Le hall de réception lui paraît grand, bien plus grand en fait que... mais il chasse cette remarque dérangeante. Le mobilier, canapés et méridiennes, est d’une facture raffinée. Quelques plantes grimpantes encadrent une petite fontaine qui chante au-dessus d’un bassin recouvert d’une mosaïque multicolore aux teintes marines et chatoyantes. André tombe sous le charme suranné qui se dégage des lieux, bercé par la quiétude de l’atmosphère émolliente. Il s’y sent bien. S’il n’était pas attendu demain...

«Monsieur... ! » Le réceptionniste tousse discrètement pour attirer son attention. Ecoutez bien ce que je vais vous dire. Cette nuit, quoi qu’il se passe, quoi que vous entendiez...n’ouvrez pas la porte. Restez dans la chambre. Là, vous ne risquez rien ! »

André s’apprête à répliquer quand un parfum lourd et opiacé flatte ses narines Une femme élancée, à la beauté aérienne, s’approche du comptoir. Les pièces de brocard vaporeux, qui composent son vêtement, volent autour d’elle en épousant la fluidité de son corps et l’élégance de son maintien. Elle est habillée si habilement qu’elle pourrait être nue.

André est fasciné. Il n’a jamais croisé une telle femme. Son visage est un masque impassible et distant qui effleure les objets et les êtres, détails insignifiants et vulgaires. Sur sa gorge satinée, un collier de minuscules feuilles d’or rappelle à André les bijoux sumériens qu’il a contemplés au Grand Palais. L’apparition parvient à sa hauteur. Elle ne lui accorde qu’un seul et impénétrable regard. Avant qu’il ait pu réagir, les paupières soulignées de khôl se sont déjà détournées.

Il est pris d’un irrésistible désir de se jeter à ses pieds. Il pourrait lui offrir son corps et sa vie... devenir son esclave éternel.... Une ombre voile son coeur et la belle inconnue saisit la clé tendue par le réceptionniste. Sans un mot, elle emprunte l’escalier monumental tendu d’une épaisse moquette de velours cramoisi. Elle paraît flotter, tant son pas est aérien et gracieux. Avant de disparaître, elle marque un bref temps d’arrêt et adresse à André un regard dans lequel brûlent sans rémission les mondes et les âmes perdues tandis qu’un sourire énigmatique hante ses lèvres. Puis la magie s’estompe, aussi rapidement qu’un rêve au réveil. Elle n’est plus.

« Monsieur, veuillez suivre le chasseur ! »

Le réceptionniste lui désigne un véritable colosse qui se dirige déjà vers l’escalier. Il emporte une valise qui, dans sa main, paraît ridicule. André n’a aucune peine à le rattraper, tant son pas est lent et pesant.
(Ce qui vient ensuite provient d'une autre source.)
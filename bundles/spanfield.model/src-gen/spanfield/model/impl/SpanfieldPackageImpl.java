/**
 * Copyright (c) 2026 The Spanfield developers. SPDX-License-Identifier: EPL-2.0
 */
package spanfield.model.impl;

import org.eclipse.emf.ecore.EAttribute;
import org.eclipse.emf.ecore.EClass;
import org.eclipse.emf.ecore.EEnum;
import org.eclipse.emf.ecore.EPackage;
import org.eclipse.emf.ecore.EReference;

import org.eclipse.emf.ecore.impl.EPackageImpl;

import spanfield.model.AlignmentBend;
import spanfield.model.Attachment;
import spanfield.model.AttachmentRole;
import spanfield.model.Bonding;
import spanfield.model.CatenaryStringing;
import spanfield.model.Circuit;
import spanfield.model.CircuitLoad;
import spanfield.model.ClearanceStringing;
import spanfield.model.Conductor;
import spanfield.model.Corridor;
import spanfield.model.CurrentLoad;
import spanfield.model.EarthModel;
import spanfield.model.EdgePoint;
import spanfield.model.ElevationPoint;
import spanfield.model.FieldLimit;
import spanfield.model.FieldMeasure;
import spanfield.model.FieldQuantity;
import spanfield.model.FlowDirection;
import spanfield.model.GroundPoint;
import spanfield.model.ImpedanceFormula;
import spanfield.model.LimitBasis;
import spanfield.model.LimitPlace;
import spanfield.model.Line;
import spanfield.model.LineEnd;
import spanfield.model.LoadCase;
import spanfield.model.NamedElement;
import spanfield.model.OutlinePoint;
import spanfield.model.OutlineStroke;
import spanfield.model.Phase;
import spanfield.model.PhasePhasor;
import spanfield.model.Phasing;
import spanfield.model.PhasorLoad;
import spanfield.model.PowerLoad;
import spanfield.model.ProfileStation;
import spanfield.model.SagStringing;
import spanfield.model.SequenceLoad;
import spanfield.model.ShieldWire;
import spanfield.model.SpanfieldFactory;
import spanfield.model.SpanfieldPackage;
import spanfield.model.Stringing;
import spanfield.model.StringingSection;
import spanfield.model.Structure;
import spanfield.model.StructureType;
import spanfield.model.StrungElement;
import spanfield.model.Study;
import spanfield.model.Survey;
import spanfield.model.SurveyReading;
import spanfield.model.TensionStringing;
import spanfield.model.WireStringing;
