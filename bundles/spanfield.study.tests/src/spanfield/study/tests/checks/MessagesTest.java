/* Copyright (c) 2026 The Spanfield developers. SPDX-License-Identifier: EPL-2.0 */
package spanfield.study.tests.checks;

import static org.junit.jupiter.api.Assertions.assertEquals;
import static org.junit.jupiter.api.Assertions.assertTrue;

import java.io.IOException;
import java.io.Reader;
import java.nio.file.Files;
import java.nio.file.Path;
import java.text.MessageFormat;
import java.util.HashMap;
import java.util.HashSet;
import java.util.List;
import java.util.Map;
import java.util.Properties;
import java.util.Set;
import java.util.TreeSet;
import java.util.regex.Matcher;
import java.util.regex.Pattern;
import java.util.stream.Stream;
import org.junit.jupiter.api.Test;

/** Every text is used, every used text exists, and callers give as many arguments as the text has placeholders. */
class MessagesTest {

    private static final Path SOURCES = Path.of("..", "spanfield.study", "src");

    /** Calls that name a key: the texts themselves, and method notes, which use three keys each. */
    private static final Pattern CALL = Pattern.compile("(Messages\\.text|\\bnote)\\(");

    private static Properties texts() throws IOException {
        Properties texts = new Properties();
        try (Reader in = Files.newBufferedReader(SOURCES.resolve("spanfield/study/internal/messages.properties"))) {
            texts.load(in);
        }
        return texts;
    }

    /** Keys that the sources name, with the number of arguments given; -1 where the sources give it as a variable. */
    private static Map<String, Set<Integer>> calls() throws IOException {
        Map<String, Set<Integer>> calls = new HashMap<>();
        List<Path> files;
        try (Stream<Path> all = Files.walk(SOURCES)) {
            files = all.filter(p -> p.toString().endsWith(".java")).toList();
        }
        for (Path file : files) {
            String source = Files.readString(file);
            Matcher call = CALL.matcher(source);
            while (call.find()) {
                collect(arguments(source, call.end()), call.group(1).equals("note"), calls);
            }
        }
        return calls;
    }

    private static void collect(List<String> arguments, boolean note, Map<String, Set<Integer>> calls) {
        Matcher key = Pattern.compile("\"([^\"]+)\"").matcher(arguments.get(0));
        while (key.find()) {
            if (key.group(1).startsWith(".")) {
                continue;
            }
            calls.computeIfAbsent(key.group(1), k -> new HashSet<>()).add(arguments.size() - 1);
            if (note) {
                calls.computeIfAbsent(key.group(1) + ".topic", k -> new HashSet<>()).add(0);
                calls.computeIfAbsent(key.group(1) + ".source", k -> new HashSet<>()).add(0);
            }
        }
    }

    /** Arguments of a call, split at the commas of its own level. */
    private static List<String> arguments(String source, int from) {
        List<String> result = new java.util.ArrayList<>();
        int depth = 0;
        boolean quoted = false;
        int start = from;
        for (int i = from; ; i++) {
            char c = source.charAt(i);
            if (c == '"') {
                quoted = !quoted;
            } else if (!quoted && c == '(') {
                depth++;
            } else if (!quoted && (c == ')' && depth-- == 0 || c == ',' && depth == 0)) {
                result.add(source.substring(start, i));
                start = i + 1;
                if (c == ')') {
                    return result;
                }
            }
        }
    }

    @Test
    void everyText_isUsedAndEveryUsedTextExists() throws IOException {
        assertEquals(new TreeSet<>(texts().stringPropertyNames()), new TreeSet<>(calls().keySet()));
    }

    @Test
    void everyCall_givesAsManyArgumentsAsTheTextHasPlaceholders() throws IOException {
        Properties texts = texts();
        for (Map.Entry<String, Set<Integer>> call : calls().entrySet()) {
            int placeholders = new MessageFormat(texts.getProperty(call.getKey())).getFormatsByArgumentIndex().length;
            assertEquals(Set.of(placeholders), call.getValue(), call.getKey());
        }
    }

    @Test
    void everyText_isWholeAndQuotedForTheFormatter() throws IOException {
        for (Map.Entry<Object, Object> text : texts().entrySet()) {
            String shown = new MessageFormat(text.getValue().toString()).format(new Object[] {"a", "b", "c", "d", "e"});
            assertTrue(!shown.contains("{") && !shown.contains("}"), text.getKey() + " shows a placeholder: " + shown);
            assertTrue(!text.getValue().toString().replace("''", "").contains("'"), text.getKey() + " has a single quote");
        }
    }
}
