package limits

import (
	"fmt"
	"math"

	"creaseproof/cases/casefile"
	"creaseproof/quadrature/limit"
)

// What the energies of an approximation do as eps falls, as far as numbers can
// show it.
const (
	// Sharp: at the smallest eps the energy is within the relative gap allowed
	// of the jump energy, and the gap did not grow twice in turn.
	Sharp = "sharp"
	// Above: it is not, and the extrapolated limit is above the jump energy, by
	// more than the last energies differ.
	Above = "above"
	// Below: it is not, and the extrapolated limit is below the jump energy.
	Below = "below"
	// Infinite: the approximation has infinite energy.
	Infinite = "infinite"
	// Undecided: none of these can be said.
	Undecided = "open"
)

// Value is what came of one limit at one choice of its values. The lists
// run along with Eps.
type Value struct {
	Approximation string            `json:"approximation"` // its name
	Kind          string            `json:"kind"`          // profile, front, mollified
	Values        map[string]string `json:"values,omitempty"`

	Eps         []float64 `json:"eps"`
	Energy      []float64 `json:"energy"`
	Compression []float64 `json:"compression"`
	Bending     []float64 `json:"bending"`
	Curvature   []float64 `json:"curvature"` // eps ∫K
	Error       []float64 `json:"error"`     // estimates of the absolute errors of these

	// Equipartition is compression over bending at the smallest eps.
	Equipartition *float64 `json:"equipartition,omitempty"`

	// Target is the jump energy, claimed or integrated over the same domain.
	Target        *float64 `json:"target,omitempty"`
	TargetError   *float64 `json:"target_error,omitempty"`
	TargetClaimed bool     `json:"target_claimed"`
	// Jumps is the integral over the jumps, where Target is claimed and differs
	// from it by more than its error.
	Jumps *float64 `json:"-"`

	// Gap is the energy at the smallest eps minus Target, RelativeGap over Target.
	Gap         *float64 `json:"gap,omitempty"`
	RelativeGap *float64 `json:"relative_gap,omitempty"`
	// Rate is the fitted order of the gap in eps, RateError its standard error.
	Rate      *float64 `json:"rate,omitempty"`
	RateError *float64 `json:"rate_error,omitempty"`
	// BelowRounding says that the gap at the smallest eps is not above the
	// errors of the integrals, so that no rate is fitted.
	BelowRounding bool `json:"below_rounding,omitempty"`
	// Limit is the energy extrapolated to eps = 0.
	Limit      *float64 `json:"limit,omitempty"`
	LimitError *float64 `json:"limit_error,omitempty"`

	Evaluations int    `json:"evaluations"`
	Outcome     string `json:"outcome"`
	Expected    string `json:"expected"`
	Met         bool   `json:"met"`
	Reason      string `json:"reason,omitempty"`

	Complete bool `json:"-"` // every eps was integrated, or one is infinite
}

// defaultGap is the relative gap that is allowed at the smallest eps.
const defaultGap = 1e-3

// Empty is a value of a limit of which nothing is known.
func Empty(l *casefile.Limit) Value {
	v := Value{Approximation: l.Name, Kind: l.Approximation, Expected: l.Expect, Outcome: Undecided,
		Eps: []float64{}, Energy: []float64{}, Compression: []float64{}, Bending: []float64{}, Curvature: []float64{}, Error: []float64{}}
	if v.Expected == "" {
		v.Expected = Sharp
	}
	return v
}

func (v *Value) add(e limit.Energy) {
	v.Eps = append(v.Eps, e.Eps)
	v.Energy = append(v.Energy, e.Energy)
	v.Compression = append(v.Compression, e.Compression)
	v.Bending = append(v.Bending, e.Bending)
	v.Curvature = append(v.Curvature, e.Curvature)
	v.Error = append(v.Error, e.Error+4e-16*math.Abs(e.Energy))
	v.Evaluations += e.Evaluations
}

// rounding is the relative size of what rounding does to a claimed energy and
// to the sums of an integral.
const rounding = 1e-14

// Judge compares the energies with the target, and finishes the value: what
// comes after Target follows from what comes before it.
func (v *Value) Judge(l *casefile.Limit) {
	within := defaultGap
	if l != nil && l.Within != nil {
		within, _ = l.Within.Float64()
	}
	v.Complete = true
	n := len(v.Eps)
	if n == 0 || v.Target == nil {
		return
	}
	target := *v.Target
	last := n - 1
	if v.Bending[last] != 0 {
		q := v.Compression[last] / v.Bending[last]
		v.Equipartition = &q
	}
	gaps, errors := make([]float64, n), make([]float64, n)
	for i, e := range v.Energy {
		gaps[i] = e - target
		errors[i] = v.Error[i] + *v.TargetError + rounding*math.Abs(target)
	}
	v.Gap = &gaps[last]
	unit, theGap := math.Abs(target), "relative gap"
	if target != 0 {
		q := gaps[last] / unit
		v.RelativeGap = &q
	} else {
		unit, theGap = 1, "gap"
	}
	v.BelowRounding = math.Abs(gaps[last]) <= errors[last]
	if r := limit.FitRate(v.Eps, gaps, errors); r != nil && !v.BelowRounding && !v.Exponential() {
		v.Rate = &r.Value
		if !math.IsNaN(r.Deviation) {
			v.RateError = &r.Deviation
		}
	}
	allowed := within * unit
	x, e := limit.Extrapolate(v.Eps, v.Energy, v.Error)
	if !math.IsInf(e, 0) {
		v.Limit, v.LimitError = &x, &e
	}
	switch {
	case v.Error[last] > allowed:
		v.Reason = fmt.Sprintf("the energy at the smallest eps has an estimated error of %.2g, more than the gap of %.2g that is allowed", v.Error[last], allowed)
	case math.Abs(gaps[last]) <= allowed && grows(gaps, errors):
		v.Reason = "the gap at the smallest eps is as small as is asked, but it grows as eps falls: the energy may have no limit"
	case math.Abs(gaps[last]) <= allowed && v.Jumps != nil && math.Abs(target-*v.Jumps) > allowed:
		v.Reason = fmt.Sprintf("the energy tends to the claimed %.10g, but the integral over the jumps is %.10g: leave energy out, and the approximation is compared with that", target, *v.Jumps)
	case math.Abs(gaps[last]) <= allowed:
		v.Outcome = Sharp
	case v.Limit == nil:
		v.Reason = fmt.Sprintf("the %s at the only eps is %.3g, more than the %.3g allowed: one energy shows no limit, add smaller eps", theGap, gaps[last]/unit, within)
	case math.Abs(x-target) > allowed+5*e && math.Abs(v.Energy[last]-v.Energy[last-1]) > math.Abs(x-target):
		v.Reason = fmt.Sprintf("the %s at the smallest eps is %.3g, more than the %.3g allowed; from the eps before to that one the energy changed by more than its limit is away from the jump energy: add smaller eps", theGap, gaps[last]/unit, within)
	case x-target > allowed+5*e:
		v.Outcome = Above
		v.Reason = fmt.Sprintf("the limit %.10g is above the jump energy by %.4g%s", x, x-target, percent(x-target, target))
	case target-x > allowed+5*e:
		v.Outcome = Below
		v.Reason = fmt.Sprintf("the limit %.10g is below the jump energy by %.4g%s: the domain, the branches or the claimed energy are not those of one crease", x, target-x, percent(target-x, target))
	default:
		v.Reason = fmt.Sprintf("the %s at the smallest eps is %.3g, more than the %.3g allowed; the limit %.10g ± %.2g is not away from the jump energy: add smaller eps", theGap, gaps[last]/unit, within, x, e)
	}
	if v.Outcome == Above || v.Outcome == Below {
		v.Rate, v.RateError = nil, nil // the gap does not fall
	}
	v.Met = v.Outcome == v.Expected
}

// Exponential reports whether the gap falls faster than powers of eps do: its
// order between two eps is above 2, and half as great again between the next
// two, as far as it is well above the errors. No rate is fitted then.
func (v *Value) Exponential() bool {
	if v.Target == nil || v.TargetError == nil {
		return false
	}
	var slopes []float64
	for i := 1; i < len(v.Eps); i++ {
		a, b := v.Energy[i-1]-*v.Target, v.Energy[i]-*v.Target
		if math.Abs(b) <= 10*(v.Error[i]+*v.TargetError+rounding*math.Abs(*v.Target)) {
			break
		}
		slopes = append(slopes, math.Log(math.Abs(a/b))/math.Log(v.Eps[i-1]/v.Eps[i]))
	}
	for i, s := range slopes {
		if !(s > 2) || i > 0 && s < 1.5*slopes[i-1] {
			return false
		}
	}
	return len(slopes) > 1
}

// grows reports whether the gap, well above its errors, grew twice in turn.
func grows(gaps, errors []float64) bool {
	n := len(gaps)
	if n < 3 {
		return false
	}
	for i := n - 2; i < n; i++ {
		a, b := gaps[i-1], gaps[i]
		if a*b < 0 || math.Abs(b) < 1.1*math.Abs(a) || math.Abs(b-a) <= 3*(errors[i-1]+errors[i]) {
			return false
		}
	}
	return true
}

func percent(x, of float64) string {
	if of == 0 {
		return ""
	}
	return fmt.Sprintf(" (%.3g%%)", 100*x/math.Abs(of))
}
Ils parviennent au premier palier. Ils s’engagent dans un long couloir. Une lumière spectrale ne parvient pas à dissiper l’obscurité qui s’amasse à son extrémité. Les portes se font face en une interminable enfilade. André essaie vainement de les dénombrer, victime d’une confusion visuelle persistante.

Le chasseur s’arrête devant une porte, identique à toutes les autres. Muet comme une tombe, il tourne la clé dans la serrure et d’un coup d’épaule, pousse l’ouvrant qui gémit sur ses gonds. Il dépose la valise sur le coffre en face du lit, la clé sur la table de chevet et repart sans attendre. André se retrouve seul dans une pièce au décor chaleureux : un grand lit aux draps blancs avec un épais édredon plié au pied, une armoire campagnarde et une table de travail. Quelques toiles égaient les murs tapissés d’un papier peint aux motifs mythologiques. De lourds rideaux protègent une fenêtre aux volets clos. Aucune télévision. Pas de téléphone.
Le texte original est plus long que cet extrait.